Doug Pederson showed no such mercy. Up, 21-7, with 29 seconds left in the first half, the Eagles coach didn't kneel on the ball and head into break as the Jaguars did. He had Foles throw downfield, and his aggressiveness paid off as the Eagles tacked on a field goal. Pederson as coach, it should be noted, was also partly Roseman's doing.
The entire first half was a highlight reel for Roseman's offseason acquisitions. Trailing, 7-0, with the early momentum in Minnesota's favor, the Eagles had the Vikings offense in third-and-8. Long rushed off the left edge, turned the corner on right tackle Rashod Hill, and hit quarterback Case Keenum under his right arm.
The ball wobbled in the air to Robinson, who returned the interception 50 yards for a touchdown. Back in March, Long and Robinson were signed to one-year deals on the same day. They couldn't have been more different — Long was coming off a championship with the Patriots and the injury-marred Robinson was seemingly on his way out of league.
But Roseman saw something in both — in Long, an edge rusher tailor-made for the Eagles' aggressive 4-3 scheme, and in Robinson, a cornerback who simply needed to get healthy.
A drive later, Blount bolted downhill, running over safety Andrew Sendejo, for an 11-yard touchdown. The barrel-chested running back was also a Patriot last season and free to walk into free agency. He turned out to be the north-to-south runner the Eagles needed after Ryan Mathews was released.
The Vikings had some second-quarter hope as they drove into the red zone, down, 14-7. But Barnett strip-sacked Case Keenum and forced a fumble that Long recovered. The only way the defensive end's sack would have been sweeter was if it came at the expense of Sam Bradford. The Eagles, after all, drafted Barnett with the first-round pick the Vikings parted with in exchange for the quarterback.
On the Eagles' ensuing drive, Foles hit Jeffery for a 53-yard touchdown strike. The wide receiver might have had a quiet last month without Wentz, but he came up large on Sunday. Jeffery added another touchdown in the second half.

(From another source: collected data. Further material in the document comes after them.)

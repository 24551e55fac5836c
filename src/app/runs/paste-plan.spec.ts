import { blankRun } from '../../../shared/testing/blank-run';
import type { Factor, Outcome, Response, Run } from '../studies/study-types';
import { parseTsv } from './paste-parser';
import { planPaste } from './paste-plan';
import { cellSpecs } from './run-cells';

const factor: Factor = { id: 1, position: 0, name: 'Neck width ratio', symbol: 'w', unit: '', kind: 'numeric', levels: [{ value: '0.3' }, { value: '0.6' }], tracksMeasured: true };
const response = (symbol: string, decimals: number): Response => ({ id: symbol.length, position: 0, name: symbol, symbol, unit: '', decimals, goal: 'larger', target: null, rangeMin: null, rangeMax: null });
const outcomes: Outcome[] = [
  { id: 1, position: 0, label: 'valid', valid: true },
  { id: 2, position: 1, label: 'brittle fracture', valid: false },
];
const run = (id: number, extra: Partial<Run> = {}): Run => blankRun(id, { code: `R00${id}`, settings: { w: '0.3' }, version: 10 + id, ...extra });

const specs = cellSpecs([factor], [response('H', 3), response('r', 2)]);
const runs = new Map([1, 2, 3].map((id) => [id, run(id)]));
const cols = ['val:H', 'val:r', 'outcome', 'outcomeReason', 'operator', 'testedOn', 'notes', 'attachments'];

describe('planPaste (block from the focused cell to one batch)', () => {
  it('turns a 2x2 block into one edit per run carrying that run’s version', () => {
    const plan = planPaste(parseTsv('0.812\t1.05\r\n0.790\t0.98\r\n'), { rowIds: [2, 3], colIds: cols }, runs, specs, outcomes);
    expect(plan.errors).toEqual([]);
    expect(plan.cellCount).toBe(4);
    expect(plan.edits).toEqual([
      { runId: 2, version: 12, values: { H: '0.812', r: '1.05' } },
      { runId: 3, version: 13, values: { H: '0.790', r: '0.98' } },
    ]);
  });

  it('maps outcome labels to ids (case-insensitive) and clears on an empty cell', () => {
    const plan = planPaste([['Brittle Fracture', 'edge crack'], ['', '']], { rowIds: [1, 2], colIds: ['outcome', 'outcomeReason'] }, runs, specs, outcomes);
    expect(plan.edits).toEqual([
      { runId: 1, version: 11, outcomeId: 2, outcomeReason: 'edge crack' },
      { runId: 2, version: 12, outcomeId: null, outcomeReason: '' },
    ]);
  });

  it('refuses the whole block when one value is bad, naming run, column and the fix', () => {
    const plan = planPaste([['0.8'], ['1,5'], ['0.8123']], { rowIds: [1, 2, 3], colIds: cols }, runs, specs, outcomes);
    expect(plan.edits).toEqual([]);
    expect(plan.errors).toEqual(['Run R002, H: "1,5": use a point as the decimal mark', 'Run R003, H: "0.8123" has more than 3 decimals']);
  });

  it('refuses a block that overhangs the shown rows or columns', () => {
    const tall = planPaste([['1'], ['2'], ['3']], { rowIds: [2, 3], colIds: cols }, runs, specs, outcomes);
    expect(tall.errors[0]).toContain('3 rows but only 2 runs');
    const wide = planPaste([['1', '2', '3']], { rowIds: [1], colIds: ['notes', 'attachments'] }, runs, specs, outcomes);
    expect(wide.errors[0]).toContain('3 columns but only 2 columns');
  });

  it('refuses a block over a column that cannot be edited (planned settings)', () => {
    const plan = planPaste([['0.6', '1.0']], { rowIds: [1], colIds: ['set:w', 'val:H'] }, runs, specs, outcomes);
    expect(plan.errors).toEqual(['Column 1 of the block falls on "w (planned)", which cannot be edited']);
  });

  it('refuses to paste into a removed run', () => {
    const withRemoved = new Map(runs).set(2, run(2, { removedAt: 1, removedReason: 'dropped' }));
    const plan = planPaste([['1'], ['2']], { rowIds: [1, 2], colIds: cols }, withRemoved, specs, outcomes);
    expect(plan.errors).toEqual(['Run R002 was removed; restore it before pasting into it']);
  });

  it('refuses an unknown outcome and a bad date with what is allowed', () => {
    const plan = planPaste([['snapped', '14.03.2026']], { rowIds: [1], colIds: ['outcome', 'testedOn'] }, runs, specs, outcomes);
    expect(plan.errors).toEqual([
      'Run R001, Outcome: "snapped" is not an outcome of this study (valid, brittle fracture)',
      'Run R001, Tested on: "14.03.2026" is not a date like 2026-03-14',
    ]);
  });
});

Smith has had an up-and-down season. He's dropped more passes than any other Eagles receiver and should have probably caught a deep toss from Foles in the first quarter. But he rebounded with a spectacular 41-yard grab in the third quarter. Smith might not return next season, but he and Jeffery helped upgrade a position that was severely lacking in 2016.
The addition of Ajayi just before the trade deadline could have threatened the balance in the backfield. But Pederson eased him into the rotation and never abandoned Blount. Ajayi finished with 99 all-purpose yards on Sunday.
Roseman, truth be told, won the Executive of the Year award mostly because of his maneuvers to get Wentz during the 2016 offseason. It was a bold stroke of moves that most executives wouldn't have had the audacity to pull off.
But he did, and the Eagles are in position to be a dominant force for the next decade. But Roseman's run since his return from an embarrassing demotion has been nothing short of impressive.
He has kept mostly quiet this season. The Eagles' approach over the last two seasons has been for Pederson to talk for the team in-season and Roseman during the offseason. The executive will be obligated to talk with reporters in Minneapolis next week, but in the celebratory home locker room at Lincoln Financial Field, Roseman didn't take the opportunity to pound his chest when a reporter asked for an interview.
"It's the players' and the coaches' day," he said.
Roseman's now one win from doing what many "football guys" hadn't given the former business-side executive a chance to pull off — winning a Super Bowl.